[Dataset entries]
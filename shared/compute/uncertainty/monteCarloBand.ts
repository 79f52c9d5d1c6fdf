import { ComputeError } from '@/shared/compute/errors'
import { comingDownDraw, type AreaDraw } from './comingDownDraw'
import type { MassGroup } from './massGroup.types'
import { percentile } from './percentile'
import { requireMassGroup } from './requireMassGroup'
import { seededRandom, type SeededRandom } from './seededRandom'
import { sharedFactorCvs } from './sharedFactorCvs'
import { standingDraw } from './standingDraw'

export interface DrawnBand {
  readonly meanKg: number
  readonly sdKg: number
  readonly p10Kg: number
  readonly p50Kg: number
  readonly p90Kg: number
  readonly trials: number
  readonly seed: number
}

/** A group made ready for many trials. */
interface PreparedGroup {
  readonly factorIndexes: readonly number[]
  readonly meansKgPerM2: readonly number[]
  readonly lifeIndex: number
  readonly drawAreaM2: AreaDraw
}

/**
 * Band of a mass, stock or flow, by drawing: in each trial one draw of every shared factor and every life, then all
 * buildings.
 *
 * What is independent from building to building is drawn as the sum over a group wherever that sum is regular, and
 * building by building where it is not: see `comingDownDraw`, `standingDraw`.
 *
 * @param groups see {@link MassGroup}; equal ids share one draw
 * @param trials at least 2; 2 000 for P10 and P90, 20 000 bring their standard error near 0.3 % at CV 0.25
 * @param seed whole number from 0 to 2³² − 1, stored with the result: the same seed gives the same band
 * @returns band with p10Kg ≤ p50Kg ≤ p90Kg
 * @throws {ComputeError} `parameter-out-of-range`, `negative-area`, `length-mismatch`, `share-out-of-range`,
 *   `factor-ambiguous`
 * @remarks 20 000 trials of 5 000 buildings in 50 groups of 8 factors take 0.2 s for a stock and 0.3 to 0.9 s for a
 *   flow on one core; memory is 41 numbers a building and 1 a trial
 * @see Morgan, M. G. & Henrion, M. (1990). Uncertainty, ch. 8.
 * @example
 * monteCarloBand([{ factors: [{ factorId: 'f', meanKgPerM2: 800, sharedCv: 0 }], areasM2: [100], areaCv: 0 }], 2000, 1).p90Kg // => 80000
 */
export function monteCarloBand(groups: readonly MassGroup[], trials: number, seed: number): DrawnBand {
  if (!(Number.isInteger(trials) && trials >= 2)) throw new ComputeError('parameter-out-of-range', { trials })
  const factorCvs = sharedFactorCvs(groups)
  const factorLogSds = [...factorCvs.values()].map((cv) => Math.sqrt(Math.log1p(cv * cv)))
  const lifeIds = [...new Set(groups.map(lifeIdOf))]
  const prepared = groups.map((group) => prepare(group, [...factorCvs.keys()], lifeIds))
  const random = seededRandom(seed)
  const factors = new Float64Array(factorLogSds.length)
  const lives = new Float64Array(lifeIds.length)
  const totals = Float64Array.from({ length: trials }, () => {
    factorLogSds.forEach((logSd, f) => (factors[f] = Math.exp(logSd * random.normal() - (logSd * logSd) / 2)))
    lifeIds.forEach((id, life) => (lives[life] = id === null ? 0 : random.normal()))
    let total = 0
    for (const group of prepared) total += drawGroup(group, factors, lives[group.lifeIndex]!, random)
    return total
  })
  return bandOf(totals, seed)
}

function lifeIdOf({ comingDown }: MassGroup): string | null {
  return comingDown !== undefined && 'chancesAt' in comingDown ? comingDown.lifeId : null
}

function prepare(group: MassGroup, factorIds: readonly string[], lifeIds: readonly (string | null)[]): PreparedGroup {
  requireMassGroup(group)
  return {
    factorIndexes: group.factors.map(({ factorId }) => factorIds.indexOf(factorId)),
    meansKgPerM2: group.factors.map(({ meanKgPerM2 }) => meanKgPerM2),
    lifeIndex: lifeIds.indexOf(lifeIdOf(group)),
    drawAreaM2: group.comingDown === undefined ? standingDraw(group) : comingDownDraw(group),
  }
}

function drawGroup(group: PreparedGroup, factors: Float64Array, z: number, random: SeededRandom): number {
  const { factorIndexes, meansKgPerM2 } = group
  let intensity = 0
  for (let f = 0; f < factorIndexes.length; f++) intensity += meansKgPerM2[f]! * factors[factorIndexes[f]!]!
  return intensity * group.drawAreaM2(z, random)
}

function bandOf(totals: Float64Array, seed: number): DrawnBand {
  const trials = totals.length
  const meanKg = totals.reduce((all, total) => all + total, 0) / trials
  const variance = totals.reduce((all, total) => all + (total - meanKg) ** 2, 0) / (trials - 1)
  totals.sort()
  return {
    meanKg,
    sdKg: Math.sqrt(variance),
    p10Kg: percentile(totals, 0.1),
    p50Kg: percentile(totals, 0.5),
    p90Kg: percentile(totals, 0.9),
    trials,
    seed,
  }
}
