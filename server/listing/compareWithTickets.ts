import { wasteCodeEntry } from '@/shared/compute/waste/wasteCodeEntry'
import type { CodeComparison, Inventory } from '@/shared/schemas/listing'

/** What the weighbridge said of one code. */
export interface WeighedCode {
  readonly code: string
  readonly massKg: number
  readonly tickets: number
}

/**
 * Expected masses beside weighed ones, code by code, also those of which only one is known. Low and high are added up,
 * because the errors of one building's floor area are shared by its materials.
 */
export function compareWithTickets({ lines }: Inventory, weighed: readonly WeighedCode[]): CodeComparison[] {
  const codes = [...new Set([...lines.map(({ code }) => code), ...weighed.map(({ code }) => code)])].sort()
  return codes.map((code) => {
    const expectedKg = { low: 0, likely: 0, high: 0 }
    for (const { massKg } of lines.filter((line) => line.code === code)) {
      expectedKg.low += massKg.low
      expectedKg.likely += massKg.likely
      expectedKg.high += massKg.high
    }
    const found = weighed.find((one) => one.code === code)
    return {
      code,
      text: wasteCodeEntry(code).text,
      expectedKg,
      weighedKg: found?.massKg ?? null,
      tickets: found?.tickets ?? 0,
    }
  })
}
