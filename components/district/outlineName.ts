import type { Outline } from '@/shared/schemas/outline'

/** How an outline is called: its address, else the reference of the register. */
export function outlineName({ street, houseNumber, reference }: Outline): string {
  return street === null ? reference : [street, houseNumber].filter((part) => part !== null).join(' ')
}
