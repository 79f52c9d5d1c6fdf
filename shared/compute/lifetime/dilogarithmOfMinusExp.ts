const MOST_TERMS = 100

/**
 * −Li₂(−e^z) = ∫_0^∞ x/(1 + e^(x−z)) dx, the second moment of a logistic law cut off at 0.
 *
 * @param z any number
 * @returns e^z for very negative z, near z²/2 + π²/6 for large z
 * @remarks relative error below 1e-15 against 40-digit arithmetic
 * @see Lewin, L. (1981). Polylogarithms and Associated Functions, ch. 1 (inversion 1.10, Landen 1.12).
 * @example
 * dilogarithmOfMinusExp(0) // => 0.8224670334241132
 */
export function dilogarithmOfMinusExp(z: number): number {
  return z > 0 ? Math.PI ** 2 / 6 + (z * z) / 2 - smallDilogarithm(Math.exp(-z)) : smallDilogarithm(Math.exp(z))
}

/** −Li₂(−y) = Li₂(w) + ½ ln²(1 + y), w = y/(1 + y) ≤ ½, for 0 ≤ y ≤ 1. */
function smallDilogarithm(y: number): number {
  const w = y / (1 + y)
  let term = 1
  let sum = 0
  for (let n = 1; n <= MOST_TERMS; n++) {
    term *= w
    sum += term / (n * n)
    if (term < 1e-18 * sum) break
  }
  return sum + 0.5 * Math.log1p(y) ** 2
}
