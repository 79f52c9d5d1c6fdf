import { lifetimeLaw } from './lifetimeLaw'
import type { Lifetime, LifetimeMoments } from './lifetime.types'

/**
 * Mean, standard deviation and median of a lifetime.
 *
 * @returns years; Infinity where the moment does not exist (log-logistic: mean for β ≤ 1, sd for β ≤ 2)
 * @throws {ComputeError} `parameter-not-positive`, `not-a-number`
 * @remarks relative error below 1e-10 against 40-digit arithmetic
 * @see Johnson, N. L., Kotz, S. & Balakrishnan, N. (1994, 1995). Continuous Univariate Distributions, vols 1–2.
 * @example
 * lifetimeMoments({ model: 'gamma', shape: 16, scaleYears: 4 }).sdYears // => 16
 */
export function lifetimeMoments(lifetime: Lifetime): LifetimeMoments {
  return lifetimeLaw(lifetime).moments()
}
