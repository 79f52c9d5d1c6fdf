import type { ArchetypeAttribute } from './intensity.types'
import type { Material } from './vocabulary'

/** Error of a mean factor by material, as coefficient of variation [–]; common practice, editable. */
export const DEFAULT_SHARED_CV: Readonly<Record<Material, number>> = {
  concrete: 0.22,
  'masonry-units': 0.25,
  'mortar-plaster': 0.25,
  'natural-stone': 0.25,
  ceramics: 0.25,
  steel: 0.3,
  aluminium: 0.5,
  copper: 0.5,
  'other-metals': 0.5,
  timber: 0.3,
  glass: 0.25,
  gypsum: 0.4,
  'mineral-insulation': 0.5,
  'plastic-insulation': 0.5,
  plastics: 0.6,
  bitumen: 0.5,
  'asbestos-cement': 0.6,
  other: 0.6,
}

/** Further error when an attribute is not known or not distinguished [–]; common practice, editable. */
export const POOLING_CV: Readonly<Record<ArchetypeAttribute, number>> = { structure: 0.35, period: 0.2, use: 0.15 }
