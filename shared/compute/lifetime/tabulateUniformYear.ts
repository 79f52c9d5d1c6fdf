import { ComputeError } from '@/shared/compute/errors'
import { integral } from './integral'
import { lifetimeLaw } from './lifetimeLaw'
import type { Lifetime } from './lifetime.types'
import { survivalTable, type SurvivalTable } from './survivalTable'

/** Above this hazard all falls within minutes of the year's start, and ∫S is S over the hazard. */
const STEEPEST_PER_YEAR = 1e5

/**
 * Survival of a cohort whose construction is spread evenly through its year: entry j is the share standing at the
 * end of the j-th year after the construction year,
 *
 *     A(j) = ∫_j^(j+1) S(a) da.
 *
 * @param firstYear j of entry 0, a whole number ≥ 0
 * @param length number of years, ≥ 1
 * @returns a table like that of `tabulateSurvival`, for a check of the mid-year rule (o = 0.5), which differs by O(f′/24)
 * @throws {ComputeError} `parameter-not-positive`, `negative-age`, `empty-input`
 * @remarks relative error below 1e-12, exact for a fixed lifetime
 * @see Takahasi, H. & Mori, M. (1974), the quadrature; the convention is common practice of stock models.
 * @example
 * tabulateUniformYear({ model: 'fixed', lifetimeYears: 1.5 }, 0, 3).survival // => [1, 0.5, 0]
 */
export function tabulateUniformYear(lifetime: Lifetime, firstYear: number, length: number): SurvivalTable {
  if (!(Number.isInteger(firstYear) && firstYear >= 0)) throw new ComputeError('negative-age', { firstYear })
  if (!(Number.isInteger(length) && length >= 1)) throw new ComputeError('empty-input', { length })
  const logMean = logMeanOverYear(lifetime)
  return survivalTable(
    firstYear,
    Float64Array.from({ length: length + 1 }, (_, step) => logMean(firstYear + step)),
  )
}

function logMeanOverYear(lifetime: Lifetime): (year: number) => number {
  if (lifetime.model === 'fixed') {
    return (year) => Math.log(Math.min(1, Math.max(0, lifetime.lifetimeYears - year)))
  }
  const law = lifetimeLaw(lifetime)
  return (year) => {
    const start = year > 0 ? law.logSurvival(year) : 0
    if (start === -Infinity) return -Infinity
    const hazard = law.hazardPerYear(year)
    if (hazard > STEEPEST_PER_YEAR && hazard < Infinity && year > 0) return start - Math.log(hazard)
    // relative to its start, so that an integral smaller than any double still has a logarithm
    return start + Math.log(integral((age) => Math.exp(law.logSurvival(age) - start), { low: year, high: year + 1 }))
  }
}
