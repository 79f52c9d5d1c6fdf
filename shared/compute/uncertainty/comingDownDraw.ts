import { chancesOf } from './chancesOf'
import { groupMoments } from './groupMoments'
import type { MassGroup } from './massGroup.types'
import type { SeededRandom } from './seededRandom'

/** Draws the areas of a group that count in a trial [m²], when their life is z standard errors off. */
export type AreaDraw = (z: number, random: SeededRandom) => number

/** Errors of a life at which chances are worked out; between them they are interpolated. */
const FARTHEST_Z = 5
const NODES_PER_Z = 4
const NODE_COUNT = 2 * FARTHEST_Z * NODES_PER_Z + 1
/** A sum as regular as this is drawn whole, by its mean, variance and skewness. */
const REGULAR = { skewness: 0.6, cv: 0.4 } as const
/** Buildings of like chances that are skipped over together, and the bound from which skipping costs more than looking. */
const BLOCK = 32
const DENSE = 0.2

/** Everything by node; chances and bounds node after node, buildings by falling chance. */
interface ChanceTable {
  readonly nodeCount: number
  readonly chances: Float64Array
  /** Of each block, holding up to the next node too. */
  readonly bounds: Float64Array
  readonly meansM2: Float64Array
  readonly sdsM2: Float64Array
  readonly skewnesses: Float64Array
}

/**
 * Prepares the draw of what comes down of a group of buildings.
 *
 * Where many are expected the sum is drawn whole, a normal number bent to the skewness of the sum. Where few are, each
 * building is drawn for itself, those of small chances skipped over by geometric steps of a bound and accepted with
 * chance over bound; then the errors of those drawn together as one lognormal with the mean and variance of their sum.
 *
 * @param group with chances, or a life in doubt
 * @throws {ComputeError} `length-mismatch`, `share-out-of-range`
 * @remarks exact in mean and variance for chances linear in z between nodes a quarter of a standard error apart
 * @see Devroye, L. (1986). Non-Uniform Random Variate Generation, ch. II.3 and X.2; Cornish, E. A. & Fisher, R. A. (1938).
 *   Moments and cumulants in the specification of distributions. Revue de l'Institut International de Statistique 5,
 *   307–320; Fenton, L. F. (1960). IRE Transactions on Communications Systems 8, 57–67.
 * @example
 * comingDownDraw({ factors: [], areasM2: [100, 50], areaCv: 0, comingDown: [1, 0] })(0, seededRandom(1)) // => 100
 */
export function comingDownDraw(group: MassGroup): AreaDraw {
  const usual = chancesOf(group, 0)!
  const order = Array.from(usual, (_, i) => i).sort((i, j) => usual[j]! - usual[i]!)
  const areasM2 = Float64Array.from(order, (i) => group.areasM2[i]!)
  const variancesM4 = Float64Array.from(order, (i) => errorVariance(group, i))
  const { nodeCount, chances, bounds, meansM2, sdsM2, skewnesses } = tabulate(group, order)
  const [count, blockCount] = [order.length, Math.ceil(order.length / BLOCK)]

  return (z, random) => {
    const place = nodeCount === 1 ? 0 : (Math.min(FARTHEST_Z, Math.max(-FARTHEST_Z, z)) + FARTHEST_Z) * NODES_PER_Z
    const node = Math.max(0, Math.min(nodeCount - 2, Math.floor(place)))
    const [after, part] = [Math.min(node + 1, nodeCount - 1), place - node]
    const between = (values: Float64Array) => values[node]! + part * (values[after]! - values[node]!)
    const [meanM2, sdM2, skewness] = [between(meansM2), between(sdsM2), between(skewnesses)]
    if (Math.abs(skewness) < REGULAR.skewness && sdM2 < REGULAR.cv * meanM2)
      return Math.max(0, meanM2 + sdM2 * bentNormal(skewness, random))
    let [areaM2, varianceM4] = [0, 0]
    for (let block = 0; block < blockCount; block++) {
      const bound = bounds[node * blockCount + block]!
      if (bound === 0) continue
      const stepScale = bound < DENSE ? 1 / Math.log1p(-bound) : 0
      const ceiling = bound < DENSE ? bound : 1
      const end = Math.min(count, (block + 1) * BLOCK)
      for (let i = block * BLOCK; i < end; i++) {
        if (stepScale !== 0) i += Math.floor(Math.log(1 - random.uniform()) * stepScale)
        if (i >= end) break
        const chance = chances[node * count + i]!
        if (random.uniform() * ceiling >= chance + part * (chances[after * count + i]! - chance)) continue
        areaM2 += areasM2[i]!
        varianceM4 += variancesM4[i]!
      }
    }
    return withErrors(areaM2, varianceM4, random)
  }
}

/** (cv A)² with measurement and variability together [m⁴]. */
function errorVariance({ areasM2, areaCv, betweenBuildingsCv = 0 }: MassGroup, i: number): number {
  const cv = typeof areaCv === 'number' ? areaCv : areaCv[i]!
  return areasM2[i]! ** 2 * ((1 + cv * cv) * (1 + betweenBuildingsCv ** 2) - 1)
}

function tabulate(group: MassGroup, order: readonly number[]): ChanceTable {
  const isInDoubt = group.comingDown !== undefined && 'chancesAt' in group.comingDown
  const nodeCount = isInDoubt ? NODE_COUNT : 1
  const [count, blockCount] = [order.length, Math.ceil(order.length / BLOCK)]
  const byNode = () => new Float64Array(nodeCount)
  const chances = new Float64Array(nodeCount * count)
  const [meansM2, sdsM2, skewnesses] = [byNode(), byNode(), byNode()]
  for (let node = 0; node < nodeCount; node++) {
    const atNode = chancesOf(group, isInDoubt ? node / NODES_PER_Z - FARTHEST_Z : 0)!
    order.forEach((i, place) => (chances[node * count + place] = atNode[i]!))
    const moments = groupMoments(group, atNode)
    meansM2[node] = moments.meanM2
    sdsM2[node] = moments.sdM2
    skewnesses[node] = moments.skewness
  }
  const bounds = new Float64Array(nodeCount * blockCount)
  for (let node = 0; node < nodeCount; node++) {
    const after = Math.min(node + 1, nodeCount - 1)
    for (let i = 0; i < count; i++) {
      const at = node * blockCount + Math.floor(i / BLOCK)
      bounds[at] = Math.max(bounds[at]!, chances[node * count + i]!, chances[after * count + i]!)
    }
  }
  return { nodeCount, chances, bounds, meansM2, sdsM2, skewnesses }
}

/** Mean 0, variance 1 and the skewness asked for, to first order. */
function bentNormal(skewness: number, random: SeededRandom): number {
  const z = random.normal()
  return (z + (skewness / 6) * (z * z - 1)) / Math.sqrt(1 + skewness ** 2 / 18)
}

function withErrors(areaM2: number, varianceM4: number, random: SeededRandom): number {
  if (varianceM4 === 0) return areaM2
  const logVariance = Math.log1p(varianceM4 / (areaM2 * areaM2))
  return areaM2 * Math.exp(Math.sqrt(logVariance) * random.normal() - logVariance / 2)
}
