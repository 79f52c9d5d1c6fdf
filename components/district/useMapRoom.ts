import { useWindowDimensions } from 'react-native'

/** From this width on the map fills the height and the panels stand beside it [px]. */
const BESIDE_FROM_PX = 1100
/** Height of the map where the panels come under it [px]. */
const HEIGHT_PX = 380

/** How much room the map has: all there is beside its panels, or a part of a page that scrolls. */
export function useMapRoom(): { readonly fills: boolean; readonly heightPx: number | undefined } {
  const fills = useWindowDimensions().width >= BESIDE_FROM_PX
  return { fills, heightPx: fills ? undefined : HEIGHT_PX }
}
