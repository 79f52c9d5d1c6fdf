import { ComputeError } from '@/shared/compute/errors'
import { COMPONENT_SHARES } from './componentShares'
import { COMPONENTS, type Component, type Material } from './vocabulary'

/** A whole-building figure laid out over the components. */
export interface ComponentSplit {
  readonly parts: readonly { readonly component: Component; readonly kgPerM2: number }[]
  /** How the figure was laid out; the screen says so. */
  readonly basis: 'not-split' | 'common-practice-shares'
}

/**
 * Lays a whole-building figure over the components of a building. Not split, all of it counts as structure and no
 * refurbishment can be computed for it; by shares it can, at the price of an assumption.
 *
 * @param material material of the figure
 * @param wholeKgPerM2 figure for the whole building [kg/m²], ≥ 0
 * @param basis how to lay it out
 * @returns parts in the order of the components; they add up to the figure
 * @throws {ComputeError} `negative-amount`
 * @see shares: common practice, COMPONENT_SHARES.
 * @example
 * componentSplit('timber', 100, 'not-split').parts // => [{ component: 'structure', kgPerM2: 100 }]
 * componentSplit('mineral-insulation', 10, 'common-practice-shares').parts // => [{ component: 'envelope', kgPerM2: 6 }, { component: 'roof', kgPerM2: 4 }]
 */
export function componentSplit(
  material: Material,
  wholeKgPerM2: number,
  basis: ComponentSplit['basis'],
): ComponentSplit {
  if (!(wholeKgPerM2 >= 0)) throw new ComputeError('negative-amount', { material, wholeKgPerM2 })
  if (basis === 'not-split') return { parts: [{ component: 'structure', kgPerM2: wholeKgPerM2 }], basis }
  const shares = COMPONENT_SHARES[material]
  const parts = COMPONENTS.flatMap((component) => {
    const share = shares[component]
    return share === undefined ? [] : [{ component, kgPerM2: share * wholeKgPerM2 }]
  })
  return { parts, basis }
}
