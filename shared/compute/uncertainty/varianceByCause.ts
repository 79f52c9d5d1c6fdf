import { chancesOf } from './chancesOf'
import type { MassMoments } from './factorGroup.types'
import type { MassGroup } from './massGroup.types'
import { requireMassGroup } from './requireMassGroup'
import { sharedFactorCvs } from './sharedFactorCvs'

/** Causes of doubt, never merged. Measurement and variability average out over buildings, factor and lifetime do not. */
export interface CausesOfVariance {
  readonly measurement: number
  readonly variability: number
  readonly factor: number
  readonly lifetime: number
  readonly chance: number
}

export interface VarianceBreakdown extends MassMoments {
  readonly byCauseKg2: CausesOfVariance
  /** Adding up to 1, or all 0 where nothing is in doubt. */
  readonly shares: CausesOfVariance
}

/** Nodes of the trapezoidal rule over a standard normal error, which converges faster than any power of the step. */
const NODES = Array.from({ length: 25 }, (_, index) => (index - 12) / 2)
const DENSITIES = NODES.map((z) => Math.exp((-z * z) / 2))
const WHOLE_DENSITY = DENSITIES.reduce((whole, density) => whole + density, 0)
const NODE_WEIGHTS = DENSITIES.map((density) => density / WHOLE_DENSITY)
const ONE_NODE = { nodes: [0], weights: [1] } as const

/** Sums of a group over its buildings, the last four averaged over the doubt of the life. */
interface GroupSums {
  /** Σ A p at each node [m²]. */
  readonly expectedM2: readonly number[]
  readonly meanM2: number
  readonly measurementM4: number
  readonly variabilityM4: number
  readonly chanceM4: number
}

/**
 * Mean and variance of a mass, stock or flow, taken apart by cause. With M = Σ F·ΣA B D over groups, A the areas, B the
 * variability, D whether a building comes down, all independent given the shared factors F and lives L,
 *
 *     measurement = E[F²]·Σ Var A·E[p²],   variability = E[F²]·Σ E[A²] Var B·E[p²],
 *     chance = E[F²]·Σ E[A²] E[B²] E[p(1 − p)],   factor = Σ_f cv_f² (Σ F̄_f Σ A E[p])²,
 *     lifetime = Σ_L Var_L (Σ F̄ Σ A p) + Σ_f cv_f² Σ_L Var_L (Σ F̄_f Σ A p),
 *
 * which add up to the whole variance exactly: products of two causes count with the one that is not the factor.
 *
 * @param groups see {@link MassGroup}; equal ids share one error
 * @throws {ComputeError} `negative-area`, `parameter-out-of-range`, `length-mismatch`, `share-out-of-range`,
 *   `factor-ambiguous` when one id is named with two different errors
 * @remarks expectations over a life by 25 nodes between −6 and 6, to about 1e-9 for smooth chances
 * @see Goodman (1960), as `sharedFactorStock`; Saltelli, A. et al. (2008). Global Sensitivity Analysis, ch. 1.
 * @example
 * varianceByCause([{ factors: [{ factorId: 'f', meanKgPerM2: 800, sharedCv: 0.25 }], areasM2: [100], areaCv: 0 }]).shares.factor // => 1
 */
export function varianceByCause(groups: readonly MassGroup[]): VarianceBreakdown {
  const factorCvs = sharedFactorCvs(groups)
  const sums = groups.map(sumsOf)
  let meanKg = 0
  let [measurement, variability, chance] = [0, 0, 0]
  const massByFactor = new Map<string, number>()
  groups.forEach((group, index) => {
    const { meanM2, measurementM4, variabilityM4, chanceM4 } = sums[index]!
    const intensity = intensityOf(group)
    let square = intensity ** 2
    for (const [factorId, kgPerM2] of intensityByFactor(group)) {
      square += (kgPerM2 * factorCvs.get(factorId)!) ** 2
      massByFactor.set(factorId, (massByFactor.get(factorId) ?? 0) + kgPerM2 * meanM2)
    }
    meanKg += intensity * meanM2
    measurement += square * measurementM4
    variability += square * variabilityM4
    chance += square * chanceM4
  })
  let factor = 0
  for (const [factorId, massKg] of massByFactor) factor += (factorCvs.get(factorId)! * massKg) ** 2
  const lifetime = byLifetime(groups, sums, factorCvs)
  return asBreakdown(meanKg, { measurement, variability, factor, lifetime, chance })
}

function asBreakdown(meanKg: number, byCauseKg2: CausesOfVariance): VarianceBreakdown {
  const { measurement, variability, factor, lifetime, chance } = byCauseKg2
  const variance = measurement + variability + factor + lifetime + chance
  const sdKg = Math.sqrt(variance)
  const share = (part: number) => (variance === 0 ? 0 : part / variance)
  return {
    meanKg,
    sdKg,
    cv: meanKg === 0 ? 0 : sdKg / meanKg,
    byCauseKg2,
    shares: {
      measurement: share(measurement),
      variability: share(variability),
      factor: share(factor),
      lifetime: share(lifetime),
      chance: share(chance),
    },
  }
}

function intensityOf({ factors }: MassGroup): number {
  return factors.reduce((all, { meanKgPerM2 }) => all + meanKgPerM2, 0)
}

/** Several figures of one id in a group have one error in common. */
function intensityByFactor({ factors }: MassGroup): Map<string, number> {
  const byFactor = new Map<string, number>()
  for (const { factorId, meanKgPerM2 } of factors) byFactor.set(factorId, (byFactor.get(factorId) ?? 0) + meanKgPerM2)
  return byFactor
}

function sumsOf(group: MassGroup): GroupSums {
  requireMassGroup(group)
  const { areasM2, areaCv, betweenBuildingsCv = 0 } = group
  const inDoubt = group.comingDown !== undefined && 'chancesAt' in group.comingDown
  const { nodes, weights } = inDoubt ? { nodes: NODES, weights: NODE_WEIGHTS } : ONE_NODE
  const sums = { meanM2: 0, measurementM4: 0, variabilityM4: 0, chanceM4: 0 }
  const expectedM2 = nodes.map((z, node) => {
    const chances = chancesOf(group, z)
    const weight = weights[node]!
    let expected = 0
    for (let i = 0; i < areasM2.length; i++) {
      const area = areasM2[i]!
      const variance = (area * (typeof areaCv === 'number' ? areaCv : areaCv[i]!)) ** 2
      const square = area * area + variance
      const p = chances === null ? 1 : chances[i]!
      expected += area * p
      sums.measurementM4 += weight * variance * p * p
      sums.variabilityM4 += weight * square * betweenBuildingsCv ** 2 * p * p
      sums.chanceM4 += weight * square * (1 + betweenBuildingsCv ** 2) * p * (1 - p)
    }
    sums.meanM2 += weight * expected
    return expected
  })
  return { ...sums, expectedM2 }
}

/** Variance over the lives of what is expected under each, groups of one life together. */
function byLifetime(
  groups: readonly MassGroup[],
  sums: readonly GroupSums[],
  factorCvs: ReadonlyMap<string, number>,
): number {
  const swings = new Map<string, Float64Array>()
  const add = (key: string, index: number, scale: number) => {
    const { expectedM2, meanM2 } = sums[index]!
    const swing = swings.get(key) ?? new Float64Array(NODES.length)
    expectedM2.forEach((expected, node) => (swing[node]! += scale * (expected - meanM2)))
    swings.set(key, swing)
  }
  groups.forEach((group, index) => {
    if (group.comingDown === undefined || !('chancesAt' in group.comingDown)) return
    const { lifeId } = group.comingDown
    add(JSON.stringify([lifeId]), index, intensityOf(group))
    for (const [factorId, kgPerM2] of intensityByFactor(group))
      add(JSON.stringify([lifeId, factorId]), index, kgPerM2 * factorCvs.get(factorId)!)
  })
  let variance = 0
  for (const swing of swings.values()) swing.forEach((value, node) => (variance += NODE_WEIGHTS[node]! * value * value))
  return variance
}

#### [TASK TO CARRY OUT]
Retype exactly the lines above, from the one with "lifetimeMoments(lifetime: Lifetime): LifetimeMoments" through the one with "variation [–]; common practice, editable. */", inclusive.

#### [RESPONSE TO THE TASK]
export function lifetimeMoments(lifetime: Lifetime): LifetimeMoments {
  return lifetimeLaw(lifetime).moments()
}
repository 79f52c9d5d1c6fdf
import type { ArchetypeAttribute } from './intensity.types'
import type { Material } from './vocabulary'

/** Error of a mean factor by material, as coefficient of variation [–]; common practice, editable. */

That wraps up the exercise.